# WHAT IS REQUIRED
Scan the entries that follow for the word "TrialProfile", then report every line in which it appears.

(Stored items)
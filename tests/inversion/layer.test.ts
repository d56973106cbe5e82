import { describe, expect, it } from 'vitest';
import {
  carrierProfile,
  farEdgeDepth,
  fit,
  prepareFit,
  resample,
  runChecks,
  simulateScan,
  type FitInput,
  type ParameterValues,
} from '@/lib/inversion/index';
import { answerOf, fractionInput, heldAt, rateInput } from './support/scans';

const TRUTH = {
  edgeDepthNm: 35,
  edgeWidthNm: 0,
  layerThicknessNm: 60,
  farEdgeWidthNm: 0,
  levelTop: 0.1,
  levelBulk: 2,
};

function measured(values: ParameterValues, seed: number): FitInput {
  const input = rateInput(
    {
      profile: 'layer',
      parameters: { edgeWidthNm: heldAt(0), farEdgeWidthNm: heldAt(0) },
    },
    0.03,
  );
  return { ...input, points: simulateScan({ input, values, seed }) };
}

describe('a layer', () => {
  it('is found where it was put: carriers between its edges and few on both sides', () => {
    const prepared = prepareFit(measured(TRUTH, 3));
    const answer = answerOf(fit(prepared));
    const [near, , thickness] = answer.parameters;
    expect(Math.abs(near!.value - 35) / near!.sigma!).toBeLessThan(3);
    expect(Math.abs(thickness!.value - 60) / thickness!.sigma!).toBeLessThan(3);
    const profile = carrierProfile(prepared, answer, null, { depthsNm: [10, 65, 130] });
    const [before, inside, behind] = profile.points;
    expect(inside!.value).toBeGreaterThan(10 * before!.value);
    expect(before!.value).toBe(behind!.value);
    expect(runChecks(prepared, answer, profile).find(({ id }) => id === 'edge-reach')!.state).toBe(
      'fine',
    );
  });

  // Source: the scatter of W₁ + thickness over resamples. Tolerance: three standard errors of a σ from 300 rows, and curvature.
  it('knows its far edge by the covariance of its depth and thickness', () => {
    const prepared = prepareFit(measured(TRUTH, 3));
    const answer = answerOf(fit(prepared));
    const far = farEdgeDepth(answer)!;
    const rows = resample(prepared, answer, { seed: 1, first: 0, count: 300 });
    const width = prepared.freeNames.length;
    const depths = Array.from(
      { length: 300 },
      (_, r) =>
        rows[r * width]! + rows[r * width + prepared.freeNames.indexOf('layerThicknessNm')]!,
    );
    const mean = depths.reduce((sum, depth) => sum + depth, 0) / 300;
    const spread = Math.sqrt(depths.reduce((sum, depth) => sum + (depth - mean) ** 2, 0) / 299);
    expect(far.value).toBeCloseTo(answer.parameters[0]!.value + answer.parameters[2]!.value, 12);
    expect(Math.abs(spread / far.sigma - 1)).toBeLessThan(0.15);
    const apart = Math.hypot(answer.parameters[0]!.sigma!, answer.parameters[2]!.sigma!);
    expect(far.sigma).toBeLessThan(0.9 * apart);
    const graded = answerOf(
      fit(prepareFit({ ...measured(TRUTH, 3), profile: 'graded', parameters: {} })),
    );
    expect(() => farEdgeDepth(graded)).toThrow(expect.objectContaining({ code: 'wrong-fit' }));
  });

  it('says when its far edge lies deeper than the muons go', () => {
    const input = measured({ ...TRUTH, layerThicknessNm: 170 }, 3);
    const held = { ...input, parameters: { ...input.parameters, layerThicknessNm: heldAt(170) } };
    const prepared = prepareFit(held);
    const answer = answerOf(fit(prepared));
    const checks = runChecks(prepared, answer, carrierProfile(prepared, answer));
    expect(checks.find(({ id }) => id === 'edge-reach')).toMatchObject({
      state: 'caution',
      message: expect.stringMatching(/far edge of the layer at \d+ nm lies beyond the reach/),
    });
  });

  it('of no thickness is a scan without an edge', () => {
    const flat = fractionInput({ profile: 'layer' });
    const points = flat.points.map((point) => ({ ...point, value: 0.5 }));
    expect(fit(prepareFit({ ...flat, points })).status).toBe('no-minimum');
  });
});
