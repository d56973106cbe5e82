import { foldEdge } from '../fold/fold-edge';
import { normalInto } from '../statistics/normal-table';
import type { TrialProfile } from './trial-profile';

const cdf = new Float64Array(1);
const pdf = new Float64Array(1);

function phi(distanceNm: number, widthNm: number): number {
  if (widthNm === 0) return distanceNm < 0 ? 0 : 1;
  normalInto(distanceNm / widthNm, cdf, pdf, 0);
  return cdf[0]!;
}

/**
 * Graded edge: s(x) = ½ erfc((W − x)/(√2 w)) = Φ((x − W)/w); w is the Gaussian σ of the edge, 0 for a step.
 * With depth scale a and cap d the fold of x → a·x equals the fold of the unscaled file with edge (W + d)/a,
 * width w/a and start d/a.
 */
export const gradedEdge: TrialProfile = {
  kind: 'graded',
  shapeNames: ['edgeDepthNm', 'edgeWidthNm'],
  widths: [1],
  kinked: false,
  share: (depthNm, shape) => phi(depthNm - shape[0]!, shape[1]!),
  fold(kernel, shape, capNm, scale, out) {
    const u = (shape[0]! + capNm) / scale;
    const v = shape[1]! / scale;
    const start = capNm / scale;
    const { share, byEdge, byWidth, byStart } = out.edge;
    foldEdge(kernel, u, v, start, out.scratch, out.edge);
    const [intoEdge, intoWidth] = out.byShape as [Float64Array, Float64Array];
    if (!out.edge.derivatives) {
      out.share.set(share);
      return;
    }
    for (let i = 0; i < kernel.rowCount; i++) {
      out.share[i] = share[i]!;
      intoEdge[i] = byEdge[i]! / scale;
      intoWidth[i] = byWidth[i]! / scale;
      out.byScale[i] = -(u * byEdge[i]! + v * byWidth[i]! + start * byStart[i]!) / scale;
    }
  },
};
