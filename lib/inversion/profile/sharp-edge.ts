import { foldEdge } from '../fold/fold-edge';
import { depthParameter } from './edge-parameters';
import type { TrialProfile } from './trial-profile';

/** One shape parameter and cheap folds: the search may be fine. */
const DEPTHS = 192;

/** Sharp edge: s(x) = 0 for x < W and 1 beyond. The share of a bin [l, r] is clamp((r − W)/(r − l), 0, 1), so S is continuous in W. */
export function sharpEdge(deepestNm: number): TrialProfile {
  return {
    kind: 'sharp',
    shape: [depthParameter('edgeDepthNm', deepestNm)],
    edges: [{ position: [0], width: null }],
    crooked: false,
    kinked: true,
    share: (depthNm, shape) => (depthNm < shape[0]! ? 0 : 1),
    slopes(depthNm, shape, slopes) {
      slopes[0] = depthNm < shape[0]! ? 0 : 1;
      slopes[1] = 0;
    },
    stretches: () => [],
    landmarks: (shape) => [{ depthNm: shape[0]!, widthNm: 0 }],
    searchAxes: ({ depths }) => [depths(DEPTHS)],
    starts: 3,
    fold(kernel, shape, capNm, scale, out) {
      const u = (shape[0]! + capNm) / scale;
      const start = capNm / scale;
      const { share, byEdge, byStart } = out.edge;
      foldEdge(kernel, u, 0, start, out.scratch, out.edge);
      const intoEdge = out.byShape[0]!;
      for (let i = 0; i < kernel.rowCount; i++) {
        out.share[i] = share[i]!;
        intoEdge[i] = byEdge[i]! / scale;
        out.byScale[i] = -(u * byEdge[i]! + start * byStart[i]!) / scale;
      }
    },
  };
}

# OUTPUT
import type { TrialProfile } from './trial-profile';
export const gradedEdge: TrialProfile = {
import type { TrialProfile } from './trial-profile';
export function sharpEdge(deepestNm: number): TrialProfile {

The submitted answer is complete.